Les culs se coincent et à trop garder les choses en soi, la croûte se forme, l'occlusion se crée et les ampoules ne suffisent plus à empêcher la bifurcation des voies de sorties naturelles, aux voies d'entrée de substitution. C'est comme cela que l'on entend les discours fécaloïdes actuels. Si l'on allait vérifier, on constaterait que leurs auteurs ont tous la croûte au cul, l'orifice bouché et qu'ils ne peuvent plus faire autrement que de sortir leurs merdes par la bouche.

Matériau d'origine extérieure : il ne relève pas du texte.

describe('BR-CO rules on a final invoice built from a quote', () => {
	it('has the nets, VAT, gross and rounding worked out with decimal.js from the line amounts, and exactly the quote’s', () => {
		const bookings = [
			{ room: LIVE_ROOM, from: '10:00', to: '15:00', engineer: false },
			{ room: VOCAL_BOOTH, from: '09:00', to: '12:30', engineer: true },
			{ room: CONTROL_ROOM, from: '10:00', to: '19:45', engineer: true }
		];
		for (const b of bookings) {
			const q = quoteBooking({
				start: at('2027-03-02', b.from),
				end: at('2027-03-02', b.to),
				room: b.room,
				engineer: b.engineer,
				gear: [],
				policy: DEMO_POLICY,
				holidays: noHolidays
			});
			const t = documentTotals(linesFromPriceLines(q.lines), { ...EUR, prepaid: q.deposit });
			expect(documentViolations(t)).toEqual([]);
			// Independently: BT-131 = amount ÷ 1.255, BR-CO-17 VAT = base × 25.5 %, both half-up to cents.
			const rate = new Decimal(2550).div(10_000);
			const nets = q.lines.map((l) =>
				new Decimal(l.amount).div(rate.plus(1)).toDecimalPlaces(0, Decimal.ROUND_HALF_UP).toNumber()
			);
			const base = nets.reduce((a, n) => a + n, 0);
			const vat = new Decimal(base).mul(rate).toDecimalPlaces(0, Decimal.ROUND_HALF_UP).toNumber();
			const advertised = q.lines.reduce((a, l) => a + l.amount, 0);
			expect(t.lines.map((l) => l.net)).toEqual(nets);
			expect(t.lineNetTotal).toBe(base);
			expect(t.vat).toEqual([{ ratePercent: '25.5', rateBp: 2550, base, amount: vat }]);
			expect(t.vatTotal).toBe(vat);
			expect(t.gross).toBe(base + vat);
			expect(t.rounding).toBe(advertised - (base + vat)); // BT-114
			expect(t.amountDue).toBe(base + vat - q.deposit + t.rounding); // BR-CO-16
			// The invoice has exactly the quote’s figures (invoice gross = quoted gross).
			expect([t.lineNetTotal, t.vatTotal, t.gross, t.rounding, payableTotal(t)]).toEqual([
				q.net,
				q.vatTotal,
				q.gross,
				q.rounding,
				q.total
			]);
			expect(t.vat).toEqual(q.vat);
		}
	});

	it('worked example: 160.00 + 45.00 incl. 25.5 % VAT, 62.00 paid on account', () => {
		const q = fiveHours();
		expect(q.total).toBe(20500);
		expect(q.deposit).toBe(6200); // 30 % of 205.00 = 61.50, rounded up to whole euros
		const t = documentTotals(linesFromPriceLines(q.lines), { ...EUR, prepaid: q.deposit });
		// BT-131: 160.00 / 1.255 = 127.490… → 127.49; 45.00 / 1.255 = 35.856… → 35.86
		expect(t.lines.map((l) => l.net)).toEqual([12749, 3586]);
		expect(t.lineNetTotal).toBe(16335); // BR-CO-10: BT-106 = Σ BT-131
		expect(t.taxable).toBe(16335); // BR-CO-13: BT-109 = BT-106 − 0 + 0
		expect(t.vat).toEqual([{ ratePercent: '25.5', rateBp: 2550, base: 16335, amount: 4165 }]); // BR-CO-17: 163.35 × 25.5 % = 41.654… → 41.65
		expect(t.vatTotal).toBe(4165); // BR-CO-14
		expect(t.gross).toBe(20500); // BR-CO-15: 163.35 + 41.65
		expect(t.rounding).toBe(0);
		expect(t.amountDue).toBe(14300); // BR-CO-16: 205.00 − 62.00 + 0
	});

	it('adds overtime lines and shows the cent of rounding as BT-114 (BR-CO-16)', () => {
		const q = fiveHours();
		// 20 minutes past 15:00: two started 15-minute increments at 45.00/h = 22.50 (overtime.ts).
		const ot = overtimeCharge({
			bookedEnd: at('2027-03-02', '15:00'),
			actualEnd: at('2027-03-02', '15:20'),
			room: LIVE_ROOM,
			engineer: false,
			policy: DEMO_POLICY,
			holidays: noHolidays
		});
		expect(ot.total).toBe(2250);
		const t = documentTotals(linesFromPriceLines([...q.lines, ...ot.lines]), { ...EUR, prepaid: 6200 });
		expect(documentViolations(t)).toEqual([]);
		// 22.50 / 1.255 = 17.928… → 17.93; Σ 181.28; VAT 181.28 × 25.5 % = 46.2264 → 46.23;
		// gross 227.51 against the advertised 227.50: rounding −0.01.
		expect(t.lineNetTotal).toBe(18128);
		expect(t.vatTotal).toBe(4623);
		expect(t.gross).toBe(22751);
		expect(t.rounding).toBe(-1);
		expect(payableTotal(t)).toBe(22750);
		expect(t.amountDue).toBe(22751 - 6200 - 1); // BR-CO-16 = 165.50
		const overtime = t.lines.find((l) => l.kind === 'overtime')!;
		expect(overtime.quantity).toBe('0.5');
		expect(overtime.unitCode).toBe('HUR');
		expect(overtime.unitPriceNet).toBe(3586); // Article 226(8): 45.00 excl. VAT = 35.86
	});

	it('BR-CO-17 worked check from the references: base 183.23 at 6 % gives VAT 10.99', () => {
		const t = documentTotals([line(18323, 600)], { currency: 'EUR', amountsIncludeVat: false });
		expect(t.vat[0]!.amount).toBe(1099);
		expect(t.rounding).toBe(0);
		expect(documentViolations(t)).toEqual([]);
	});

	it('keeps one VAT group per rate, VAT per rate on the sum of its lines (BR-CO-17, not per line)', () => {
		// Three lines of 0.05 excl. VAT at 25.5 %: per line VAT would be 3 × 0.01 = 0.03, on the sum 0.0383 → 0.04.
		const t = documentTotals([line(5), line(5), line(5), line(1000, 1400)], { currency: 'EUR', amountsIncludeVat: false });
		expect(t.vat).toEqual([
			{ ratePercent: '25.5', rateBp: 2550, base: 15, amount: 4 },
			{ ratePercent: '14', rateBp: 1400, base: 1000, amount: 140 }
		]);
		expect(documentViolations(t)).toEqual([]);
	});

	it('flags broken totals by rule name', () => {
		const good = documentTotals(linesFromPriceLines(fiveHours().lines), { ...EUR, prepaid: 6200 });
		expect(documentViolations({ ...good, lineNetTotal: good.lineNetTotal + 1 })).toContain('BR-CO-10');
		expect(documentViolations({ ...good, vatTotal: good.vatTotal + 1 })).toContain('BR-CO-14');
		expect(documentViolations({ ...good, gross: good.gross + 1 })).toContain('BR-CO-15');
		expect(documentViolations({ ...good, amountDue: good.amountDue + 1 })).toContain('BR-CO-16');
		expect(documentViolations({ ...good, vat: [{ ...good.vat[0]!, amount: 1 }] })).toContain('BR-CO-17 (25.5 %)');
		expect(documentViolations({ ...good, lines: [{ ...good.lines[0]!, unitPriceNet: -1 }, ...good.lines.slice(1)] })).toContain(
			'BR-27: no negative item net price'
		);
	});

	it('names each rule a stored document can break, and only that rule', () => {
		const good = documentTotals(linesFromPriceLines(fiveHours().lines), { ...EUR, prepaid: 6200 });
		const [first, second] = good.lines as [DocumentLine, DocumentLine];
		const group = good.vat[0]!;
		expect(documentViolations(good)).toEqual([]);
		expect(documentViolations({ ...good, prepaid: 6200.5, amountDue: good.amountDue - 0.5 })).toEqual([
			'BR-DEC: amounts in whole minor units'
		]);
		expect(documentViolations({ ...good, lines: [{ ...first, unitAmount: -1 }, second] })).toEqual([
			'BR-27: no negative item net price'
		]);
		expect(documentViolations({ ...good, lines: [{ ...first, quantity: '-1' }, second] })).toEqual([
			'BT-129: quantity is a non-negative decimal'
		]);
		expect(documentViolations({ ...good, lines: [{ ...first, quantity: '2.5' }, second] })).toEqual([]);
		expect(documentViolations({ ...good, lines: [{ ...first, quantity: '1,5' }, second] })).toEqual([
			'BT-129: quantity is a non-negative decimal'
		]);
		// BT-109 off by a cent: neither BT-106 − BT-107 + BT-108 nor the VAT bases, nor BT-112.
		expect(documentViolations({ ...good, taxable: good.taxable + 1 })).toEqual([
			'BR-CO-13',
			'BR-CO-13 (VAT bases cover the taxable total)',
			'BR-CO-15'
		]);
		// A VAT group for a rate no line uses; the only group at a rate no line has.
		expect(documentViolations({ ...good, vat: [group, { ratePercent: '14', rateBp: 1400, base: 0, amount: 0 }] })).toEqual([
			'BR-S-01/BR-CO-18: one VAT group per rate used'
		]);
		expect(documentViolations({ ...good, vat: [{ ...group, rateBp: 1400, ratePercent: '14', amount: 2287 }] })).toEqual([
			'BR-S-01/BR-CO-18: one VAT group per rate used',
			'BR-S-08 (14 %)',
			'BR-CO-14'
		]);
		// Nets said to be 163.36 (VAT 41.6568 → 41.66, all else consistent) while the lines add up to 163.35.
		expect(
			documentViolations({
				...good,
				taxable: 16336,
				lineNetTotal: 16336,
				vat: [{ ...group, base: 16336, amount: 4166 }],
				vatTotal: 4166,
				gross: 20502,
				amountDue: 14300,
				rounding: -2
			})
		).toEqual(['BR-CO-10', 'BR-S-08 (25.5 %)']);
		// What the customer was shown (Σ amounts incl. VAT) must be BT-112 + BT-114.
		expect(documentViolations({ ...good, rounding: 1, amountDue: good.amountDue + 1 })).toEqual([
			'advertised total: BT-112 + BT-114 = Σ line amounts incl. VAT'
		]);
		const excl = documentTotals([line(10000, 2550)], { currency: 'EUR', amountsIncludeVat: false });
		expect(documentViolations(excl)).toEqual([]);
		expect(documentViolations({ ...excl, rounding: 1, amountDue: excl.amountDue + 1 })).toEqual([
			'no rounding amount when amounts exclude VAT'
		]);
		expect(documentViolations({ ...good, lines: [] })).toContain('BR-16: at least one invoice line');
	});

	it('holds BR-CO-10/13/14/15/16/17 for any mix of lines and rates (property)', () => {
		const arbLine = fc.record({
			amount: fc.integer({ min: 0, max: 5_000_000 }),
			rate: fc.constantFrom(0, 1000, 1400, 2400, 2550)
		});
		fc.assert(
			fc.property(
				fc.array(arbLine, { minLength: 1, maxLength: 12 }),
				fc.boolean(),
				fc.integer({ min: 0, max: 100_000 }),
				(ls, incl, prepaid) => {
					const t = documentTotals(
						ls.map((l, i) => line(l.amount, l.rate, { key: `k${i}` })),
						{ currency: 'EUR', amountsIncludeVat: incl, prepaid }
					);
					expect(documentViolations(t)).toEqual([]);
					// BR-CO-17 cross-checked with decimal.js ROUND_HALF_UP on the cent values.
					for (const g of t.vat) {
						const expected = new Decimal(g.base).mul(g.rateBp).div(10_000).toDecimalPlaces(0, Decimal.ROUND_HALF_UP).toNumber();
						expect(g.amount).toBe(expected);
					}
				}
			)
		);
	});
});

Quand ils parlent, il défèquent, parfois, leurs discours se font trop proches de nous et on a l'impression qu'ils tentent de nous faire bouffer leurs merdes, de nous chier dessus.. Alors, mieux vaut ne pas rester là, à moins qu'on aime ça, qu'on finisse par aimer, par s'habituer...

J'ai le cigare au bord des lèvres et je l'évacue donc, je tire la chasse et donne ma chiasse à la nature. Libérée, elle viendra faire son office, en sédimentant le passé, pour qu'il devienne le présent et nombreux nous ferons pareil pour construire notre avenir, qui reposera sur nos merdes.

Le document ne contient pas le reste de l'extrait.